The entries below are to be printed again word for word.

---------------

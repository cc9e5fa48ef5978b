"""Stopped nights: what is left of 95 % where the counting error, or the scatter itself, chooses the end."""

from __future__ import annotations

from collections.abc import Mapping
from dataclasses import replace
from typing import Any

import numpy as np

from daq.estimate.arrays import FloatArray
from daq.estimate.stopping import FUTILITY, GOAL, Stopping, due
from tests.studies.figures import within
from tests.studies.pairs import TOGETHER, counted, pairs_of, planned, quantile, share
from tests.studies.rows import Each, rows
from tests.studies.scaled import drawn
from tests.studies.sources import SOURCES

NIGHTS = 2000
POSITIONS, PAIRS, GOAL_AT, DWELL_S = 11, 38, 19, 4.4
RULES = ("goal", "excess of pair 8", "own scatter from 8", "significance from 3", "futility")
PLANNED_EXCESS = {"flicker": 4.0, "random walk": 1.1}


def study(nights: int = NIGHTS, each: Each = rows) -> dict[str, Any]:
    """Return the coverage of the t bar at the end that each rule chose, by source."""
    return {
        "about": f"Lantern, {POSITIONS} positions, at most {PAIRS} pairs, a goal that is met about pair "
        f"{GOAL_AT}; share of nights whose t bar covers the true kappa where the rule ends the run",
        "rows": each("stopped:row", {source: [source, nights] for source in SOURCES}),
    }


def nights(parameters: Mapping[str, Any], generator: np.random.Generator) -> dict[str, Any]:
    """Return for every rule whether the bar at its end covers, and after how many pairs that was."""
    of = planned(POSITIONS, PAIRS, DWELL_S, int(generator.integers(2**40)))
    pairs = pairs_of(of, counted(of, parameters["source"], generator))
    after = [pairs.after(many) for many in range(2, PAIRS + 1)]
    kappa, se, counting = (np.array([one[part] for one in after]) for part in range(3))
    excess = parameters["excess"]
    rules = Stopping(of.counting_se * np.sqrt(PAIRS / GOAL_AT) * excess, excess=excess)
    found: dict[str, Any] = {}
    for rule in RULES:
        ends = [_end(rule, kappa[:, one], se[:, one], counting[:, one], rules) for one in range(TOGETHER)]
        quantiles = np.array([quantile(end) for end in ends])
        at = np.array(ends) - 2, np.arange(TOGETHER)
        found[rule] = (np.abs(kappa[at]) <= quantiles * se[at]).astype(float)
        found[f"{rule}, pairs"] = np.array(ends, float)
    return found


def _end(rule: str, kappa: FloatArray, se: FloatArray, counting: FloatArray, goal: Stopping) -> int:
    """Return after how many pairs a rule ends a night."""
    shown = replace(goal, excess=float(se[6] / counting[6]))
    for pairs in range(3, PAIRS):
        k, s, c = (float(column[pairs - 2]) for column in (kappa, se, counting))
        numbers = {"kappa": k, "kappa_se": s, "kappa_counting_se": c, "pairs": pairs, "planned_pairs": PAIRS}
        ends = {
            "goal": due(goal, numbers) == GOAL,
            "excess of pair 8": due(shown, numbers) == GOAL,
            "own scatter from 8": pairs >= 8 and s <= (goal.goal_se or 0.0),
            "significance from 3": abs(k) > quantile(pairs) * s,
            "futility": due(Stopping(futility=True), numbers) == FUTILITY,
        }
        if ends[rule]:
            return pairs
    return PAIRS


def row(source: str, nights: int) -> dict[str, Any]:
    """Return the figures of one source."""
    parameters = {"source": source, "excess": PLANNED_EXCESS.get(source, 1.0)}
    found = drawn("stopped:nights", -(-nights // TOGETHER), parameters)
    shares = {rule: share(found[rule])["share"] for rule in RULES}
    return {
        "nights": len(found["goal"]),
        **shares,
        "goal, pairs": float(found["goal, pairs"].mean()),
        "meets": {
            "goal": within(shares["goal"], 0.938, 0.964),
            "significance fails": shares["significance from 3"] < 0.85,
        },
    }
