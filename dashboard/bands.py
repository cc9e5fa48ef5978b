"""The two bands about kappa: what each holds, from which pair it is drawn, and which is to be read."""

from __future__ import annotations

import math
from collections.abc import Mapping
from typing import Any

from daq.estimate.peeking import anytime_multiplier

INNER = "95 % only if read once, at the planned end"
OUTER = "95 % over the whole night, whatever you do"
BAND_FROM_PAIR = 6


def whole_night(kappa: Mapping[str, Any]) -> list[float] | None:
    """Return the ends of the whole-night band; None while it is undefined, and before pair 6 in any plan."""
    ends: list[float] | None = kappa["whole_night_95"] if kappa["pairs"] >= BAND_FROM_PAIR else None
    return ends


def first_band_pair(planned_pairs: int) -> int | None:
    """Return the pair from which the whole-night band is drawn; None where the plan is too short for one.

    Notes
    -----
    The multiplier of the t mixture is infinite before; no band is drawn before pair 6 in any plan.
    """
    finite = (
        n
        for n in range(BAND_FROM_PAIR, max(planned_pairs, BAND_FROM_PAIR) + 1)
        if math.isfinite(anytime_multiplier(n, planned_pairs))
    )
    return next(finite, None)


def band_to_read(feed: Mapping[str, Any]) -> str:
    """Return which band holds now: "inner" at the planned end, "outer" at any other time."""
    kappa = feed["kappa"]
    return "inner" if feed["ended"] and kappa["pairs"] >= kappa["planned_pairs"] else "outer"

---------------

§ **Your solution**
repository cc9e5fa48ef5978b
"""Stopped nights: what is left of 95 % where the counting error, or the scatter itself, chooses the end."""

from __future__ import annotations

from collections.abc import Mapping
from dataclasses import replace
from typing import Any

import numpy as np

from daq.estimate.arrays import FloatArray
from daq.estimate.stopping import FUTILITY, GOAL, Stopping, due
from tests.studies.figures import within
from tests.studies.pairs import TOGETHER, counted, pairs_of, planned, quantile, share
from tests.studies.rows import Each, rows
from tests.studies.scaled import drawn
from tests.studies.sources import SOURCES

NIGHTS = 2000
POSITIONS, PAIRS, GOAL_AT, DWELL_S = 11, 38, 19, 4.4
RULES = ("goal", "excess of pair 8", "own scatter from 8", "significance from 3", "futility")
PLANNED_EXCESS = {"flicker": 4.0, "random walk": 1.1}


def study(nights: int = NIGHTS, each: Each = rows) -> dict[str, Any]:
    """Return the coverage of the t bar at the end that each rule chose, by source."""
    return {
        "about": f"Lantern, {POSITIONS} positions, at most {PAIRS} pairs, a goal that is met about pair "
        f"{GOAL_AT}; share of nights whose t bar covers the true kappa where the rule ends the run",
        "rows": each("stopped:row", {source: [source, nights] for source in SOURCES}),
    }


def nights(parameters: Mapping[str, Any], generator: np.random.Generator) -> dict[str, Any]:
    """Return for every rule whether the bar at its end covers, and after how many pairs that was."""
    of = planned(POSITIONS, PAIRS, DWELL_S, int(generator.integers(2**40)))
    pairs = pairs_of(of, counted(of, parameters["source"], generator))
    after = [pairs.after(many) for many in range(2, PAIRS + 1)]
    kappa, se, counting = (np.array([one[part] for one in after]) for part in range(3))
    excess = parameters["excess"]
    rules = Stopping(of.counting_se * np.sqrt(PAIRS / GOAL_AT) * excess, excess=excess)
    found: dict[str, Any] = {}
    for rule in RULES:
        ends = [_end(rule, kappa[:, one], se[:, one], counting[:, one], rules) for one in range(TOGETHER)]
        quantiles = np.array([quantile(end) for end in ends])
        at = np.array(ends) - 2, np.arange(TOGETHER)
        found[rule] = (np.abs(kappa[at]) <= quantiles * se[at]).astype(float)
        found[f"{rule}, pairs"] = np.array(ends, float)
    return found


def _end(rule: str, kappa: FloatArray, se: FloatArray, counting: FloatArray, goal: Stopping) -> int:
    """Return after how many pairs a rule ends a night."""
    shown = replace(goal, excess=float(se[6] / counting[6]))
    for pairs in range(3, PAIRS):
        k, s, c = (float(column[pairs - 2]) for column in (kappa, se, counting))
        numbers = {"kappa": k, "kappa_se": s, "kappa_counting_se": c, "pairs": pairs, "planned_pairs": PAIRS}
        ends = {
            "goal": due(goal, numbers) == GOAL,
            "excess of pair 8": due(shown, numbers) == GOAL,
            "own scatter from 8": pairs >= 8 and s <= (goal.goal_se or 0.0),
            "significance from 3": abs(k) > quantile(pairs) * s,
            "futility": due(Stopping(futility=True), numbers) == FUTILITY,
        }
        if ends[rule]:
            return pairs
    return PAIRS


def row(source: str, nights: int) -> dict[str, Any]:
    """Return the figures of one source."""
    parameters = {"source": source, "excess": PLANNED_EXCESS.get(source, 1.0)}
    found = drawn("stopped:nights", -(-nights // TOGETHER), parameters)
    shares = {rule: share(found[rule])["share"] for rule in RULES}
    return {
        "nights": len(found["goal"]),
        **shares,
        "goal, pairs": float(found["goal, pairs"].mean()),
        "meets": {
            "goal": within(shares["goal"], 0.938, 0.964),
            "significance fails": shares["significance from 3"] < 0.85,
        },
    }
filename dashboard/bands.py
repository cc9e5fa48ef5978b
"""The two bands about kappa: what each holds, from which pair it is drawn, and which is to be read."""

from __future__ import annotations

import math
from collections.abc import Mapping
from typing import Any

from daq.estimate.peeking import anytime_multiplier

INNER = "95 % only if read once, at the planned end"
OUTER = "95 % over the whole night, whatever you do"
BAND_FROM_PAIR = 6


def whole_night(kappa: Mapping[str, Any]) -> list[float] | None:
    """Return the ends of the whole-night band; None while it is undefined, and before pair 6 in any plan."""
    ends: list[float] | None = kappa["whole_night_95"] if kappa["pairs"] >= BAND_FROM_PAIR else None
    return ends


def first_band_pair(planned_pairs: int) -> int | None:
    """Return the pair from which the whole-night band is drawn; None where the plan is too short for one.

    Notes
    -----
    The multiplier of the t mixture is infinite before; no band is drawn before pair 6 in any plan.
    """
    finite = (
        n
        for n in range(BAND_FROM_PAIR, max(planned_pairs, BAND_FROM_PAIR) + 1)
        if math.isfinite(anytime_multiplier(n, planned_pairs))
    )
    return next(finite, None)


def band_to_read(feed: Mapping[str, Any]) -> str:
    """Return which band holds now: "inner" at the planned end, "outer" at any other time."""
    kappa = feed["kappa"]
    return "inner" if feed["ended"] and kappa["pairs"] >= kappa["planned_pairs"] else "outer"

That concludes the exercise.